省エネ基準、一次消費エネルギーの設備の仕様について

一次エネルギー消費設備仕様

H25省エネ基準の、一次省エネルギー消費量基準については、算定プログラムが用意されていて、それに拠るのが原則ですが、「当分の間、設計施工指針[附則]によることができる」とあります。「仕様基準」で適否を判断できる部分です。

[附則]による、一次エネルギー消費量の適否確認フローが下図です。

一次エネ算定フロー

外皮面積比率の基準が適合したあとの、設備機器の仕様について考察します。

一次エネルギー消費量基準、設備機器の仕様[附則]

ここでもう一度、省エネ基準の地域区分を確認しておきます。

地域区分表

設計施工指針[附則]によると、外皮面積基準は地域3と4を境に分かれていますが、設備に関しては地域4と5を境に仕様を分けています。

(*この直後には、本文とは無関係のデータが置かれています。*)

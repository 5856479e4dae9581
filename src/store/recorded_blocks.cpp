#include "store/recorded_blocks.hpp"

#include <algorithm>
#include <limits>

#include "store/audit_trail.hpp"

namespace plumb::store {

using nlohmann::json;

RecordedValue recorded_value(const json& v) {
  RecordedValue out;
  if (v.is_null()) return out;
  if (v.is_number_integer() &&
      (!v.is_number_unsigned() || v.get<std::uint64_t>() <= std::numeric_limits<std::int64_t>::max())) {
    out.kind = RecordedValue::Kind::integer;
    out.integer = v.get<std::int64_t>();
  } else if (v.is_string()) {
    out.kind = RecordedValue::Kind::text;
    out.text = v.get<std::string>();
  } else if (v.is_object() && v.size() == 1 && v.contains("sha256") && v["sha256"].is_string()) {
    out.kind = RecordedValue::Kind::digest;
    out.text = v["sha256"].get<std::string>();
  } else {
    out.kind = RecordedValue::Kind::other;
    out.other = v;
  }
  return out;
}

namespace {

/// Reads the shape the Recorder writes, event by event (nlohmann's SAX interface): {"table": {"columns": [...],
/// "rows": [[...], ...]}, ...} for "insert rows", {"column": value, ...} for "insert". Anything else stops the
/// reading (a handler returning false), and the record is read as a document instead.
class RecordedBlocksReader {
 public:
  RecordedBlocksReader(RecordedBlocks& out, bool rows_record, std::string_view table)
      : out_(out), rows_record_(rows_record), single_table_(table) {}

  bool null() {
    if (!in_value()) return false;
    next_value().kind = RecordedValue::Kind::null;
    return after_value();
  }
  bool boolean(bool /*unused*/) { return false; }
  bool number_integer(std::int64_t v) {
    if (!in_value()) return false;
    RecordedValue& r = next_value();
    r.kind = RecordedValue::Kind::integer;
    r.integer = v;
    return after_value();
  }
  bool number_unsigned(std::uint64_t v) {
    if (v > static_cast<std::uint64_t>(std::numeric_limits<std::int64_t>::max())) return false;
    return number_integer(static_cast<std::int64_t>(v));
  }
  bool number_float(double /*unused*/, const std::string& /*unused*/) { return false; }
  bool binary(std::vector<std::uint8_t>& /*unused*/) { return false; }
  bool string(std::string& s) {
    switch (state_) {
      case State::columns: {
        RecordedBlock& b = *block_;
        if (b.column_count == b.columns.size()) b.columns.emplace_back();
        b.columns[b.column_count++].assign(s);
        return true;
      }
      case State::digest_value: {
        RecordedValue& r = next_value();
        r.kind = RecordedValue::Kind::digest;
        r.text.assign(s);
        state_ = State::digest_end;
        return true;
      }
      case State::row:
      case State::object_value: {
        RecordedValue& r = next_value();
        r.kind = RecordedValue::Kind::text;
        r.text.assign(s);
        return after_value();
      }
      default:
        return false;
    }
  }
  bool start_object(std::size_t /*unused*/) {
    switch (state_) {
      case State::start:
        if (rows_record_) {
          state_ = State::root;
        } else {
          start_block(single_table_);
          state_ = State::object_key;
        }
        return true;
      case State::block_start:
        state_ = State::columns_key;
        return true;
      case State::row:
      case State::object_value:
        digest_return_ = state_;
        state_ = State::digest_key;
        return true;
      default:
        return false;
    }
  }
  bool key(std::string& k) {
    switch (state_) {
      case State::root:
        start_block(k);
        state_ = State::block_start;
        return true;
      case State::columns_key:
        state_ = k == "columns" ? State::columns_start : State::failed;
        return k == "columns";
      case State::rows_key:
        state_ = k == "rows" ? State::rows_start : State::failed;
        return k == "rows";
      case State::digest_key:
        state_ = k == "sha256" ? State::digest_value : State::failed;
        return k == "sha256";
      case State::object_key: {
        RecordedBlock& b = *block_;
        if (b.column_count == b.columns.size()) b.columns.emplace_back();
        b.columns[b.column_count++].assign(k);
        state_ = State::object_value;
        return true;
      }
      default:
        return false;
    }
  }
  bool end_object() {
    switch (state_) {
      case State::root:
        state_ = State::done;
        return true;
      case State::block_end:
        state_ = State::root;
        return true;
      case State::digest_end:
        state_ = digest_return_;
        return after_value();
      case State::object_key:
        block_->row_count = 1;
        state_ = State::done;
        return true;
      default:
        return false;
    }
  }
  bool start_array(std::size_t /*unused*/) {
    switch (state_) {
      case State::columns_start:
        state_ = State::columns;
        return true;
      case State::rows_start:
        state_ = State::rows;
        return true;
      case State::rows:
        row_values_ = 0;
        state_ = State::row;
        return true;
      default:
        return false;
    }
  }
  bool end_array() {
    switch (state_) {
      case State::columns:
        state_ = State::rows_key;
        return true;
      case State::rows:
        state_ = State::block_end;
        return true;
      case State::row:
        if (row_values_ != block_->column_count) return false;
        ++block_->row_count;
        state_ = State::rows;
        return true;
      default:
        return false;
    }
  }
  bool parse_error(std::size_t /*unused*/, const std::string& /*unused*/,
                   const nlohmann::detail::exception& /*unused*/) {
    return false;
  }

  [[nodiscard]] bool complete() const { return state_ == State::done; }

 private:
  enum class State {
    start,
    root,
    block_start,
    columns_key,
    columns_start,
    columns,
    rows_key,
    rows_start,
    rows,
    row,
    block_end,
    object_key,
    object_value,
    digest_key,
    digest_value,
    digest_end,
    done,
    failed
  };

  void start_block(const std::string_view table) {
    block_ = &out_.add_block();
    block_->table.assign(table);
  }
  [[nodiscard]] bool in_value() const { return state_ == State::row || state_ == State::object_value; }
  RecordedValue& next_value() {
    RecordedBlock& b = *block_;
    const std::size_t at = rows_record_ ? b.row_count * b.column_count + row_values_ : b.column_count - 1;
    if (at >= b.values.size()) b.values.resize(at + 1);
    return b.values[at];
  }
  bool after_value() {
    if (state_ == State::row) {
      if (++row_values_ > block_->column_count) return false;
    } else {
      state_ = State::object_key;
    }
    return true;
  }

  RecordedBlocks& out_;
  bool rows_record_;
  std::string_view single_table_;
  State state_ = State::start;
  State digest_return_ = State::row;
  RecordedBlock* block_ = nullptr;
  std::size_t row_values_ = 0;
};

bool has_repeats(const std::vector<std::string>& names, std::size_t n) {
  for (std::size_t i = 0; i < n; ++i)
    for (std::size_t j = i + 1; j < n; ++j)
      if (names[i] == names[j]) return true;
  return false;
}

}  // namespace

json RecordedValue::to_json() const {
  switch (kind) {
    case Kind::null:
      return json();
    case Kind::integer:
      return integer;
    case Kind::text:
      return text;
    case Kind::digest:
      return json{{"sha256", text}};
    case Kind::other:
      return other;
  }
  return json();
}

json RecordedBlock::row_json(std::size_t row) const {
  json j = json::object();
  for (std::size_t c = 0; c < column_count; ++c) j[columns[c]] = value(row, c).to_json();
  return j;
}

RecordedBlock& RecordedBlocks::add_block() {
  if (used_ == blocks_.size()) blocks_.emplace_back();
  RecordedBlock& b = blocks_[used_++];
  b.column_count = 0;
  b.row_count = 0;
  return b;
}

void RecordedBlocks::read(std::string_view action, std::string_view table_name, std::string_view after_json) {
  clear();
  const bool rows_record = action == "insert rows";
  if (!rows_record && action != "insert") return;
  RecordedBlocksReader reader(*this, rows_record, table_name);
  bool fast = json::sax_parse(after_json.begin(), after_json.end(), &reader) && reader.complete();
  // A repeated name is read by the document parser as its last value: leave such a record to it.
  for (std::size_t i = 0; fast && i < used_; ++i) {
    fast = !has_repeats(blocks_[i].columns, blocks_[i].column_count);
    for (std::size_t j = i + 1; fast && j < used_; ++j) fast = blocks_[i].table != blocks_[j].table;
  }
  if (fast) {
    // In the order the document parser gives them (its objects keep keys sorted), so that problems are listed alike.
    std::sort(blocks_.begin(), blocks_.begin() + static_cast<std::ptrdiff_t>(used_),
              [](const RecordedBlock& a, const RecordedBlock& b) { return a.table < b.table; });
    return;
  }
  clear();
  AuditRecord record;
  record.action = std::string(action);
  record.table_name = std::string(table_name);
  record.after_json = std::string(after_json);
  for (const auto& [table, row] : recorded_rows(record)) {
    RecordedBlock& b = add_block();
    b.table = table;
    for (const auto& [column, v] : row.items()) {
      if (b.column_count == b.columns.size()) b.columns.emplace_back();
      b.columns[b.column_count] = column;
      if (b.column_count >= b.values.size()) b.values.resize(b.column_count + 1);
      b.values[b.column_count++] = recorded_value(v);
    }
    b.row_count = 1;
  }
}

}  // namespace plumb::store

上記のフローにより、地域区分ごとに外皮面積比率を満たしている場合に、設備の仕様の適否を確認することになります。

なお、建設時に設備を設置しない場合については、基準を満たす設備が導入されているとみなされます。

以下、a)~d)が告示で示す設備仕様

a)暖房設備

当該住戸に採用する暖房設備が、暖房方式、運転方式及び地域区分(8地域を除く)に応じ、次表に掲げる事項に該当するもの、または判断基準においてこれと同等以上の評価となるものであること。

暖房設備

セントラル方式は、コスト的に問題にならなければ快適性は優れているでしょう。ルームエアコンが最も費用対効果が優れているでしょう。

b)冷房設備

当該住戸に採用する冷房設備が、冷房方式及び運転方式に応じ、次の表に掲げる事項に該当するもの、または判断基準においてこれと同等以上の評価となるものであること。

冷房設備
セントラル方式は、コスト的に問題にならなければ快適性は優れているでしょう。ルームエアコンが最も費用対効果が優れているでしょう。

c)機械換気設備

当該住戸に採用する全般換気設備の比消費電力(熱交換換気設備を採用する場合は、比消費電力を有効換気量率で除した値)が、換気回数 0.5回以下の場合において、0.3(W/(m3/h))以下であること、また判断基準においてこれと同等以上の評価となるものであること。

d)照明設備

当該住戸に採用する照明設備について、非居室に白熱灯、またはこれと同等以下の性能の照明設備を採用しないこと。

e)給湯設備

当該住戸に採用する給湯設備(排熱利用設備を含む)が、地域区分に応じ、次表に掲げる事項に該当するもの、または判断基準においてこれと同等以上の評価となるものであること。

給湯設備

まとめ

以上、設備に関する仕様規定をみてきましたが、これでは選択肢が少ないですね。

算定プログラムを利用して、「同等以上の評価となるもの」を確認することになります。外皮性能等の基本性能を入力すれば、あとはそれほど難しくないので、こちらで確認することになります。